Jen of A2eatwrite said...

Agreed. And wonderful quote from San Fran...

Woman in a Window said...

I happen to agree with you whole heartedly!

heartinsanfrancisco said...

If only everyone realized that happiness is the natural state, not the occasional reward for being self-effacing enough. Everything you've said here makes me want to stand and cheer - for all of us who have been a bit slow in realizing these very important truths.

Thank you for a really wise post!

painted maypole said...

so glad to be experiencing your song

Anvilcloud said...

I believe that happiness is a choice although I also believe that it's innately more for some people to make that choice. I'm glad you're able to make that choice.

Border Explorer said...

Profound and important reflections.

I do notice that my husband seems to be much better at not trying to be "all things to all people" than I am. I don't suppose that people pleasing is gender specific, but I do think women are more vulnerable to it.

Cecilieaux said...

This was a good response from your new self to your old self in the last post.

It's odd that we touch on similar themes from different angles today (see http://cecilieaux.blogspot.com/2009/06/right-to-be-sad-and-jobless.html). We're serendipitously in a kind of synch.

Olivia said...

I love where you are on this Sacred Sunday, Chani! I'm going to let this marinate today and write a post of my own inspired by this. xo, O

Leann said...

I am on a path to figure out how to find the happiness I know I deserve. I spend a lot of time trying to be what others think I should be.

Kelly (conversemomma) said...

That quote is one of my favorites, that we may contribute our own aria or off-key tune, that we may sing it in concert halls, or the silence of abandoned rooms. The purpose is to sing it.

starrlife said...

Hooray for Chani!

hele said...

so true. so beautiful. it makes me reach out and invite happiness in.

Sometimes Saintly Nick said...

Well said. I pray that, at the minimum, each generation grows a bit.

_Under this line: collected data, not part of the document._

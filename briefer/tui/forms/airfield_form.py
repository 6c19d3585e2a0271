"""The airfield form: the airfield, its runways and each approach in the order a crew reads the
airport diagram and the approach chart (chart form: headings, lengths, distances and bearings; no
coordinates needed), and its side panel, a plan view drawn from what is entered.

No Textual import here.
"""

from __future__ import annotations

from typing import Any

from rich.console import Group as RichGroup
from rich.text import Text

from briefer.model import (
    CATEGORIES,
    CRITERIA,
    FORMAT_VERSION,
    KIND_AIRFIELD,
    OBSTACLE_KINDS,
    Airfield,
    CirclingMinimum,
    CrossingPoint,
    Fix,
    Obstacle,
    Sector,
    StraightInMinimum,
)
from briefer.tui.forms.check import Verdict
from briefer.tui.forms.spec import Field, FormPath, FormSpec, Group, Repeat

DISTANCE_ALT = {"ft": ("distance_ft", 1.0), "m": ("distance_m", 1.0)}
BEARING_ALT = {"°T": ("bearing_deg_true", 1.0)}
TDZE_ALT = {"TDZE": ("tdze_ft", 1.0)}
"""'5990 TDZE': the chart prints the touchdown zone elevation instead of the threshold's."""

_LATLON = (Field("lat_deg", "Latitude", "number", "°", width=12, reveal=True),
           Field("lon_deg", "Longitude", "number", "°", width=12, reveal=True))
"""A file's latitude/longitude (an imported or hand-written airfield): shown where the file has
them, kept to the last digit; the chart's numbers need none."""


def _threshold(key: str, title: str) -> Group:
    return Group(key, title, (
        Field("designator", "Designator", width=5, hint="13"),
        *_LATLON,
        Field("elevation_ft", "Elevation", "number", "ft", width=7, hint="or TDZE", alt=TDZE_ALT),
        Field("displaced_threshold_m", "Displaced by", "number", "m", width=8, hint="optional"),
        Field("tch_ft", "TCH", "number", "ft", width=7, hint="50"),
        Field("glide_path_deg", "Glide path", "number", "°", width=7, hint="3.0"),
    ))


def _fix(key: str, title: str, *, faf: bool) -> Group:
    place: tuple[Field, ...] = (
        Field("name", "Name", width=10, hint="QRV VOR" if not faf else "QMA6D"),
        *_LATLON,
    )
    if faf:
        place += (Field("distance_nm", "Before the MAP", "number", "NM", width=6, alt=DISTANCE_ALT, chart=True),
                  Field("altitude_ft", "Altitude", "number", "ft", width=7),
                  # a file may place its FAF as the MAP is placed (shown when it does)
                  Field("threshold", "At threshold", width=5, reveal=True),
                  Field("from_point", "From point", width=5, reveal=True),
                  Field("bearing_deg_mag", "Bearing from it", "number", "°M", width=6, alt=BEARING_ALT,
                        reveal=True))
        note = "(distance along the final course to the MAP)"
    else:
        place += (Field("threshold", "At threshold", width=5, hint="13", chart=True),
                  Field("distance_nm", "Distance", "number", "NM", width=8, alt=DISTANCE_ALT, hint="optional",
                        chart=True),
                  Field("from_point", "or from point", width=6, hint="13/ARP", chart=True),
                  Field("bearing_deg_mag", "Bearing from it", "number", "°M", width=6, alt=BEARING_ALT, chart=True),
                  Field("altitude_ft", "Altitude", "number", "ft", width=7, reveal=True))
        note = "(at a threshold, a distance before it, or a distance and bearing from a point)"
    return Group(key, f"{title} {note}", place, check=lambda m, p: Fix.from_mapping(m, path=p))


def _next_category(rows) -> dict[str, Any]:
    used = {str(r.get("category", "")).strip().upper() for r in rows}
    letter = next((c for c in CATEGORIES if c not in used), "")
    return {"category": letter, "minimum": "", "visibility": "", "reason": ""}


MINIMUM_ROW = (
    Field("category", "", width=2),
    Field("minimum", "MDA", "minimum", "ft", width=6, owns=("mda_ft", "not_authorised"), hint="or NA"),
    Field("visibility", "vis", "visibility", "SM/m", width=6, owns=("visibility_sm", "visibility_m")),
    Field("reason", "", width=10, hint="NA reason"),
)


def _minimums(key: str, title: str, reader: Any, *, optional: bool) -> Repeat:
    return Repeat(key, title, "Category", MINIMUM_ROW, row=True, by="category", optional=optional,
                  check=lambda cat, m, p: reader.from_category(cat, m, path=p), new_item=_next_category)


def _new_approach(rows) -> dict[str, Any]:
    return {"name": "", "runway": "", "final_course_deg_mag": "", "criteria": "",
            "map_fix": {"name": "", "threshold": "", "distance_nm": "", "from_point": "", "bearing_deg_mag": ""},
            "faf": {"name": "", "distance_nm": "", "altitude_ft": ""},
            "circling": [{"category": c, "minimum": "", "visibility": "", "reason": ""} for c in "ABCD"],
            "straight_in": {"runway": "", "minimums": []},
            "not_authorised_sectors": [], "missed_approach": "", "rnav_gps": ""}


CROSSING_ALT = {"NM": ("distance_nm", 1.0), "m": ("distance_m", 1.0)}


def _new_crossing(rows) -> dict[str, Any]:
    return {"threshold": "", "distance_ft": ""}


def _new_runway(rows) -> dict[str, Any]:
    row: dict[str, Any] = {
        "threshold_a": {"designator": "", "elevation_ft": "", "displaced_threshold_m": "", "tch_ft": "",
                        "glide_path_deg": ""},
        "threshold_b": {"designator": "", "elevation_ft": "", "displaced_threshold_m": "", "tch_ft": "",
                        "glide_path_deg": ""},
        "heading_deg_mag": "", "length_ft": "", "width_m": ""}
    if rows:
        row["position"] = {"threshold": "", "from_point": "", "distance_nm": "", "bearing_deg_mag": ""}
    return row


APPROACH_ITEMS = (
    Field("name", "Approach", width=16, hint="VOR-A"),
    Field("runway", "Runway served", width=5, hint="blank: circling only"),
    Field("final_course_deg_mag", "Final course", "number", "°M", width=6),
    _fix("map_fix", "MAP", faf=False),
    _fix("faf", "FAF", faf=True),
    _minimums("circling", "Circling minimums (MDA ft or NA, visibility SM or m)", CirclingMinimum, optional=False),
    Group("straight_in", "Straight-in minimums (optional)", (
        Field("runway", "Runway", width=5),
        _minimums("minimums", "", StraightInMinimum, optional=True),
    ), optional=True),
    Repeat("not_authorised_sectors", "Circling NA ('south of 09/27' or '13 040-110')", "Sector", (
        Field("where", "NA", "sector", width=16, owns=("side", "runway", "threshold", "from_deg_mag", "to_deg_mag")),
        Field("reason", "", width=12, hint="reason"),
    ), row=True, optional=True, check=lambda m, p: Sector.from_mapping(m, path=p)),
    Field("missed_approach", "Missed approach", width=30),
    Field("criteria", "Criteria", "choice", width=14, hint="/".join(CRITERIA)),
    Field("rnav_gps", "RNAV (GPS)", "flag", width=5, hint="no"),
)

RUNWAY_ITEMS = (
    _threshold("threshold_a", "Threshold A"),
    _threshold("threshold_b", "Threshold B"),
    Field("heading_deg_mag", "Heading A to B", "number", "°M", width=6, alt={"°T": ("heading_deg_true", 1.0)},
          chart=True),
    Field("length_ft", "Length", "number", "ft", width=6, alt={"m": ("length_m", 1.0)}, chart=True),
    Field("width_m", "Width", "number", "m", width=8, hint="optional"),
    Group("position", "Placed (runways after the first): its threshold at a distance and bearing from a point",
          (
        Field("threshold", "Its threshold", width=5, hint="A"),
        Field("from_point", "From point", width=6, hint="13/ARP"),
        Field("distance_nm", "Distance", "number", "NM", width=6, alt=DISTANCE_ALT),
        Field("bearing_deg_mag", "Bearing", "number", "°M", width=6, alt=BEARING_ALT),
    ), optional=True, chart=True),
    Repeat("crossing", "or where the centrelines cross: a threshold of this runway and one of a runway "
           "before it, each with its distance to the crossing", "Crossing", (
        Field("threshold", "From threshold", width=5, hint="18"),
        Field("distance_ft", "", "number", "ft", width=6, alt=CROSSING_ALT),
    ), row=True, optional=True, new_item=_new_crossing, chart=True,
        check=lambda m, p: CrossingPoint.from_mapping(m, path=p)),
)


def _read_airfield(mapping: Any) -> Airfield:
    return Airfield.from_mapping(mapping)


AIRFIELD_FORM = FormSpec(
    kind=KIND_AIRFIELD,
    title="Airfield",
    name_key="ident",
    header={"kind": KIND_AIRFIELD, "format_version": FORMAT_VERSION},
    read_model=_read_airfield,
    independent=("approaches", "obstacles"),
    items=(
        Group(None, "Airfield (airport diagram)", (
            Field("ident", "Identifier", width=6, hint="Q7HM"),
            Field("name", "Name", width=20),
            Field("elevation_ft", "Elevation", "number", "ft", width=6),
            Field("magnetic_variation_deg", "Variation", "variation", "°", width=6, hint="9E / 4W"),
        )),
        Group("reference_point", "Reference point (optional: blank = local frame)", (
            Field("lat_deg", "Latitude", "number", "°", width=10),
            Field("lon_deg", "Longitude", "number", "°", width=10),
        ), optional=True),
        Repeat("runways", "Runways", "Runway", RUNWAY_ITEMS, new_item=_new_runway),
        Repeat("approaches", "Approaches (approach chart)", "Approach", APPROACH_ITEMS, new_item=_new_approach),
        Repeat("obstacles", "Obstacles (optional)", "Obstacle", (
            Field("name", "Name", width=10),
            Field("kind", "Kind", "choice", width=9, hint="tower"),
            *_LATLON,
            Field("from_point", "From point", width=6, hint="13/ARP", chart=True),
            Field("distance_nm", "Distance", "number", "NM", width=6, alt=DISTANCE_ALT, chart=True),
            Field("bearing_deg_mag", "Bearing", "number", "°M", width=6, alt=BEARING_ALT, chart=True),
            Field("elevation_ft", "Elevation", "number", "ft", width=6),
            Field("height_agl_ft", "Height AGL", "number", "ft", width=8, hint="optional"),
        ), optional=True, check=lambda m, p: Obstacle.from_mapping(m, path=p)),
    ),
)
"""The airfield form (obstacle kinds: see `briefer.model.OBSTACLE_KINDS`)."""

_ = OBSTACLE_KINDS


# --------------------------------------------------------------------------------------------
# The side panel: a plan view of what is entered
# --------------------------------------------------------------------------------------------
def airfield_side(verdict: Verdict, width: int, height: int, ascii: bool) -> Any:
    """The plan view of the runways, fixes, obstacles and not-authorised sectors entered so far
    (north up), and what is not drawn yet."""
    from briefer.render.planview import render_plan
    from briefer.tui.forms.plan import plan_scene

    draft = verdict.built.mapping if verdict.built is not None else {}
    scene, notes = plan_scene(draft)
    text = Text("PLAN (north up)\n", style="bold underline")
    rows = max(height - 2 - len(notes), 3)
    if scene is None:
        text.append("\n".join(notes) or "Enter a runway: its heading and length.")
        return text
    canvas = render_plan(scene, width, rows, ascii=ascii)
    return RichGroup(text, canvas, Text("\n".join(notes), style="dim"))


# --------------------------------------------------------------------------------------------
# Runways imported from the open airport database (`briefer.io.runway_import`)
# --------------------------------------------------------------------------------------------
IMPORTED_KEYS = ("ident", "name", "elevation_ft", "reference_point", "runways")
"""What an import fills in; the approaches, obstacles and variation the crew typed stay."""

MISSING_WORDS = "not in the database: type it from the chart"


def imported_texts(texts: dict[str, Any], mapping: dict[str, Any],
                   missing: list[str]) -> tuple[dict[str, Any], dict[FormPath, str]]:
    """The form's texts with an import's airfield, reference point and runways, and a note for
    each value the database lacks (form path -> words), to show beside its field.

    An approach row is there to type into: the import brings none (the chart gives them)."""
    from briefer.tui.forms.spec import split_path, to_texts

    shown = to_texts(AIRFIELD_FORM, {k: v for k, v in mapping.items() if k in IMPORTED_KEYS})
    out = {**texts, **{k: shown[k] for k in IMPORTED_KEYS}}
    if not out.get("approaches"):
        out["approaches"] = [_new_approach([])]
    flags = {tuple(split_path(p)): MISSING_WORDS for p in missing}
    return out, flags
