"""Text that reaches a terminal: control characters found, escaped, and short excerpts.

A control character (C0 other than tab and newline, DEL, C1) in a data file's text field is an
error (the loaders refuse it, naming file, line and field); text from elsewhere (a METAR report, a
file name, an error quoting a file) is shown with such characters escaped (``\\x1b``), so nothing
read can move the cursor, recolour or retitle the user's terminal.
"""

from __future__ import annotations

import re

_OTHERS = "\x7f-\x9f\u2028\u2029\u202a-\u202e\u2066-\u2069\ud800-\udfff"
_C0 = {True: "\x00-\x08\x0b-\x1f", False: "\x00-\x08\x0a-\x1f"}   # by allow_newline (tab always allowed)
# ASCII text can hold only C0 and DEL: a small pattern, quick to compile; the full one (a character
# class up to U+DFFF costs a millisecond to compile) only when some text is not ASCII
_ASCII = {nl: re.compile(f"[{c0}\x7f]") for nl, c0 in _C0.items()}
_FULL: dict[bool, re.Pattern[str]] = {}
EXCERPT_CHARS = 60


def _pattern(text: str, allow_newline: bool) -> re.Pattern[str]:
    if text.isascii():
        return _ASCII[allow_newline]
    if allow_newline not in _FULL:
        _FULL[allow_newline] = re.compile(f"[{_C0[allow_newline]}{_OTHERS}]")
    return _FULL[allow_newline]


def control_character(text: str, *, allow_newline: bool = False) -> str | None:
    """The first control character (or lone surrogate, or bidi override) in `text` as
    ``\\xNN``/``\\uNNNN``, or None. Tab is allowed; newline only with `allow_newline`."""
    m = _pattern(text, allow_newline).search(text)
    return None if m is None else _code(m.group())


def _code(ch: str) -> str:
    n = ord(ch)
    return f"\\x{n:02x}" if n < 0x100 else f"\\u{n:04x}"


def escape_text(text: str, *, keep_newline: bool = False) -> str:
    """`text` with control characters and lone surrogates escaped (``\\x1b``, ``\\ud800``)."""
    return _pattern(text, keep_newline).sub(lambda m: _code(m.group()), text)


def excerpt(text: str, limit: int = EXCERPT_CHARS) -> str:
    """A short, escaped, quoted excerpt of `text` (for an error quoting what it could not read)."""
    short = text if len(text) <= limit else text[:limit] + "..."
    return "'" + escape_text(short) + "'"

Ruth Hull Chatlien said...

"It is the recognition that we have the right to be ourselves while not harming others. "

I needed to read this. Thank you.

Since I've started pursuing sketching in the last few months (taking up a passion I abandoned 35 years ago), I have been struggling with lots and lots of guilt and self-doubt. Trying to work my way through it. Reading posts like this keep me going on my journey.